**To do**
Return each of the entries below word for word.

== Data for the task

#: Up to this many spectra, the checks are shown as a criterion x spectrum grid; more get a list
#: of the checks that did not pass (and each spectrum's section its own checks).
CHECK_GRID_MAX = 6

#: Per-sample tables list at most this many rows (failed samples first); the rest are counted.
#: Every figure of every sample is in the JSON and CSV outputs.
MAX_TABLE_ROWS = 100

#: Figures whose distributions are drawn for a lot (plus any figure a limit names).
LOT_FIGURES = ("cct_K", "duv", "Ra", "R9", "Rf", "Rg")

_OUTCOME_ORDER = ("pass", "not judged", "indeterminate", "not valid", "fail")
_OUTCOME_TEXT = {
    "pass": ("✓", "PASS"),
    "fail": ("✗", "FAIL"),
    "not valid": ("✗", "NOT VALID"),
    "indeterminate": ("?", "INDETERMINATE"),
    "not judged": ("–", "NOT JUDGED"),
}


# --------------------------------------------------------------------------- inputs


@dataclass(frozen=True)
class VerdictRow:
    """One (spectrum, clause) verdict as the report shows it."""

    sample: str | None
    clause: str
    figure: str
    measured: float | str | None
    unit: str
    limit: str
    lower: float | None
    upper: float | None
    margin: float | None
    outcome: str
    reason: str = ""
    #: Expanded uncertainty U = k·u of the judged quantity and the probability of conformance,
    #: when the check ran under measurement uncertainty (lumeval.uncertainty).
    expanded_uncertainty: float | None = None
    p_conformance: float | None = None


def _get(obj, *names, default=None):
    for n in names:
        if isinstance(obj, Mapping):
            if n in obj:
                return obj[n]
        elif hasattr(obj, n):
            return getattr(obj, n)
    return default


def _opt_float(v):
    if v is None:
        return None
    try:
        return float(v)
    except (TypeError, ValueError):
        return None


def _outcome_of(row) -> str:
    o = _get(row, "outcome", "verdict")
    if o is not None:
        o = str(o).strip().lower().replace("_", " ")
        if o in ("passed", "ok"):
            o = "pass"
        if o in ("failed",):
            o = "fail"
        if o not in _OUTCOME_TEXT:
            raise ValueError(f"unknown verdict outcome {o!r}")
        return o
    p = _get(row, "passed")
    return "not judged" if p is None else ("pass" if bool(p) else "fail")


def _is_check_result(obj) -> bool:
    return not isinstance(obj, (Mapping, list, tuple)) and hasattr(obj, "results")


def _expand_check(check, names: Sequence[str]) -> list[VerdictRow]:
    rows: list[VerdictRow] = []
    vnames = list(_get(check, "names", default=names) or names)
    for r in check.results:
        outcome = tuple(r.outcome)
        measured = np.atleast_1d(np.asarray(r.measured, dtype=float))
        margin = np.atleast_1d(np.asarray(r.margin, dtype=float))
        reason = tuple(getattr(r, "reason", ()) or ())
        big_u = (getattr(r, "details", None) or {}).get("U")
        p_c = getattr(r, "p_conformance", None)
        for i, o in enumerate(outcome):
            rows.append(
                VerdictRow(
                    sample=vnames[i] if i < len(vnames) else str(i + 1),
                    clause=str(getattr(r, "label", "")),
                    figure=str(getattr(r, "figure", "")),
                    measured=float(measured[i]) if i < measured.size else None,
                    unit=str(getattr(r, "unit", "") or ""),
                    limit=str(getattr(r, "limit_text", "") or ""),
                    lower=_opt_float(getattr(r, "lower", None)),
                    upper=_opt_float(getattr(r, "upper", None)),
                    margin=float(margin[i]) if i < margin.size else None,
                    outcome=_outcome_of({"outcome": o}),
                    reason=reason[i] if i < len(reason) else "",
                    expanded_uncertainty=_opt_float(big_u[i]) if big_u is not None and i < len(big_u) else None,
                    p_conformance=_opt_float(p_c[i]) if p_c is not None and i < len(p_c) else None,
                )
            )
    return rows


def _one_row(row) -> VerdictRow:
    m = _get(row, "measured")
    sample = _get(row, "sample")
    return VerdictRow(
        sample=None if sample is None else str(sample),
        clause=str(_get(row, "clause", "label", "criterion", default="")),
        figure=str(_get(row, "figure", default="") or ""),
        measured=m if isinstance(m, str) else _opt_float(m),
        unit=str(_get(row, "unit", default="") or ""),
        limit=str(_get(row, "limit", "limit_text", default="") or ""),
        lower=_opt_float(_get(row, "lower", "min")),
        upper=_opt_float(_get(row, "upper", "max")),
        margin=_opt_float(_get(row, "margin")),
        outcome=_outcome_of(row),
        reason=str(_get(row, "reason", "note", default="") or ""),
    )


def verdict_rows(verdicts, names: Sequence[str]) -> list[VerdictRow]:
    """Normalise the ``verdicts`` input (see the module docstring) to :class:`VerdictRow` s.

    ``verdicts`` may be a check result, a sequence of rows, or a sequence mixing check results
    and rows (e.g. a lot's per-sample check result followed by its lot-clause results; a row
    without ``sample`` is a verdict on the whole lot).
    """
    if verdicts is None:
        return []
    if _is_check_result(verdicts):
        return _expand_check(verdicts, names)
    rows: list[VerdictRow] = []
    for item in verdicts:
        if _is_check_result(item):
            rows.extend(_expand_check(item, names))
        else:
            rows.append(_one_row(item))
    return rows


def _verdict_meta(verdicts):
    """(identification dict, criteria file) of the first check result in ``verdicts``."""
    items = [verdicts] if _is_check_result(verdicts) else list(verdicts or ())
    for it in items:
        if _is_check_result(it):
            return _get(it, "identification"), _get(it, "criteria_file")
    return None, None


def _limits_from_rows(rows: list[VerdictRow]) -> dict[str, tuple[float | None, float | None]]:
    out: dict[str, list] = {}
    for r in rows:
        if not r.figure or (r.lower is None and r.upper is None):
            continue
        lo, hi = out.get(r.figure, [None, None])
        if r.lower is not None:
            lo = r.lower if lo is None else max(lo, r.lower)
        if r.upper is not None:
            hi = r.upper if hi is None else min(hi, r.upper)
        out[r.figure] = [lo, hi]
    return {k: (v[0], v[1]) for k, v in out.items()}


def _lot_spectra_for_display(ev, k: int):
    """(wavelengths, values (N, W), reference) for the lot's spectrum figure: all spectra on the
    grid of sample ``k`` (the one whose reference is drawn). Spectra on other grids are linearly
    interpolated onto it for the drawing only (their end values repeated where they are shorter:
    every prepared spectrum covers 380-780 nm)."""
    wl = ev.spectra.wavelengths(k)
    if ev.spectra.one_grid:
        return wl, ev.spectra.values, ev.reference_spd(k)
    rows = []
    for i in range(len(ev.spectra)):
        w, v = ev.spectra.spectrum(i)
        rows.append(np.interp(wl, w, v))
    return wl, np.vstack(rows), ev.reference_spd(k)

====

**Problem solution**
#: Up to this many spectra, the checks are shown as a criterion x spectrum grid; more get a list
#: of the checks that did not pass (and each spectrum's section its own checks).
CHECK_GRID_MAX = 6

#: Per-sample tables list at most this many rows (failed samples first); the rest are counted.
#: Every figure of every sample is in the JSON and CSV outputs.
MAX_TABLE_ROWS = 100

#: Figures whose distributions are drawn for a lot (plus any figure a limit names).
LOT_FIGURES = ("cct_K", "duv", "Ra", "R9", "Rf", "Rg")

_OUTCOME_ORDER = ("pass", "not judged", "indeterminate", "not valid", "fail")
_OUTCOME_TEXT = {
    "pass": ("✓", "PASS"),
    "fail": ("✗", "FAIL"),
    "not valid": ("✗", "NOT VALID"),
    "indeterminate": ("?", "INDETERMINATE"),
    "not judged": ("–", "NOT JUDGED"),
}


# --------------------------------------------------------------------------- inputs


@dataclass(frozen=True)
class VerdictRow:
    """One (spectrum, clause) verdict as the report shows it."""

    sample: str | None
    clause: str
    figure: str
    measured: float | str | None
    unit: str
    limit: str
    lower: float | None
    upper: float | None
    margin: float | None
    outcome: str
    reason: str = ""
    #: Expanded uncertainty U = k·u of the judged quantity and the probability of conformance,
    #: when the check ran under measurement uncertainty (lumeval.uncertainty).
    expanded_uncertainty: float | None = None
    p_conformance: float | None = None


def _get(obj, *names, default=None):
    for n in names:
        if isinstance(obj, Mapping):
            if n in obj:
                return obj[n]
        elif hasattr(obj, n):
            return getattr(obj, n)
    return default


def _opt_float(v):
    if v is None:
        return None
    try:
        return float(v)
    except (TypeError, ValueError):
        return None


def _outcome_of(row) -> str:
    o = _get(row, "outcome", "verdict")
    if o is not None:
        o = str(o).strip().lower().replace("_", " ")
        if o in ("passed", "ok"):
            o = "pass"
        if o in ("failed",):
            o = "fail"
        if o not in _OUTCOME_TEXT:
            raise ValueError(f"unknown verdict outcome {o!r}")
        return o
    p = _get(row, "passed")
    return "not judged" if p is None else ("pass" if bool(p) else "fail")


def _is_check_result(obj) -> bool:
    return not isinstance(obj, (Mapping, list, tuple)) and hasattr(obj, "results")


def _expand_check(check, names: Sequence[str]) -> list[VerdictRow]:
    rows: list[VerdictRow] = []
    vnames = list(_get(check, "names", default=names) or names)
    for r in check.results:
        outcome = tuple(r.outcome)
        measured = np.atleast_1d(np.asarray(r.measured, dtype=float))
        margin = np.atleast_1d(np.asarray(r.margin, dtype=float))
        reason = tuple(getattr(r, "reason", ()) or ())
        big_u = (getattr(r, "details", None) or {}).get("U")
        p_c = getattr(r, "p_conformance", None)
        for i, o in enumerate(outcome):
            rows.append(
                VerdictRow(
                    sample=vnames[i] if i < len(vnames) else str(i + 1),
                    clause=str(getattr(r, "label", "")),
                    figure=str(getattr(r, "figure", "")),
                    measured=float(measured[i]) if i < measured.size else None,
                    unit=str(getattr(r, "unit", "") or ""),
                    limit=str(getattr(r, "limit_text", "") or ""),
                    lower=_opt_float(getattr(r, "lower", None)),
                    upper=_opt_float(getattr(r, "upper", None)),
                    margin=float(margin[i]) if i < margin.size else None,
                    outcome=_outcome_of({"outcome": o}),
                    reason=reason[i] if i < len(reason) else "",
                    expanded_uncertainty=_opt_float(big_u[i]) if big_u is not None and i < len(big_u) else None,
                    p_conformance=_opt_float(p_c[i]) if p_c is not None and i < len(p_c) else None,
                )
            )
    return rows


def _one_row(row) -> VerdictRow:
    m = _get(row, "measured")
    sample = _get(row, "sample")
    return VerdictRow(
        sample=None if sample is None else str(sample),
        clause=str(_get(row, "clause", "label", "criterion", default="")),
        figure=str(_get(row, "figure", default="") or ""),
        measured=m if isinstance(m, str) else _opt_float(m),
        unit=str(_get(row, "unit", default="") or ""),
        limit=str(_get(row, "limit", "limit_text", default="") or ""),
        lower=_opt_float(_get(row, "lower", "min")),
        upper=_opt_float(_get(row, "upper", "max")),
        margin=_opt_float(_get(row, "margin")),
        outcome=_outcome_of(row),
        reason=str(_get(row, "reason", "note", default="") or ""),
    )


def verdict_rows(verdicts, names: Sequence[str]) -> list[VerdictRow]:
    """Normalise the ``verdicts`` input (see the module docstring) to :class:`VerdictRow` s.

    ``verdicts`` may be a check result, a sequence of rows, or a sequence mixing check results
    and rows (e.g. a lot's per-sample check result followed by its lot-clause results; a row
    without ``sample`` is a verdict on the whole lot).
    """
    if verdicts is None:
        return []
    if _is_check_result(verdicts):
        return _expand_check(verdicts, names)
    rows: list[VerdictRow] = []
    for item in verdicts:
        if _is_check_result(item):
            rows.extend(_expand_check(item, names))
        else:
            rows.append(_one_row(item))
    return rows


def _verdict_meta(verdicts):
    """(identification dict, criteria file) of the first check result in ``verdicts``."""
    items = [verdicts] if _is_check_result(verdicts) else list(verdicts or ())
    for it in items:
        if _is_check_result(it):
            return _get(it, "identification"), _get(it, "criteria_file")
    return None, None


def _limits_from_rows(rows: list[VerdictRow]) -> dict[str, tuple[float | None, float | None]]:
    out: dict[str, list] = {}
    for r in rows:
        if not r.figure or (r.lower is None and r.upper is None):
            continue
        lo, hi = out.get(r.figure, [None, None])
        if r.lower is not None:
            lo = r.lower if lo is None else max(lo, r.lower)
        if r.upper is not None:
            hi = r.upper if hi is None else min(hi, r.upper)
        out[r.figure] = [lo, hi]
    return {k: (v[0], v[1]) for k, v in out.items()}


def _lot_spectra_for_display(ev, k: int):
    """(wavelengths, values (N, W), reference) for the lot's spectrum figure: all spectra on the
    grid of sample ``k`` (the one whose reference is drawn). Spectra on other grids are linearly
    interpolated onto it for the drawing only (their end values repeated where they are shorter:
    every prepared spectrum covers 380-780 nm)."""
    wl = ev.spectra.wavelengths(k)
    if ev.spectra.one_grid:
        return wl, ev.spectra.values, ev.reference_spd(k)
    rows = []
    for i in range(len(ev.spectra)):
        w, v = ev.spectra.spectrum(i)
        rows.append(np.interp(wl, w, v))
    return wl, np.vstack(rows), ev.reference_spd(k)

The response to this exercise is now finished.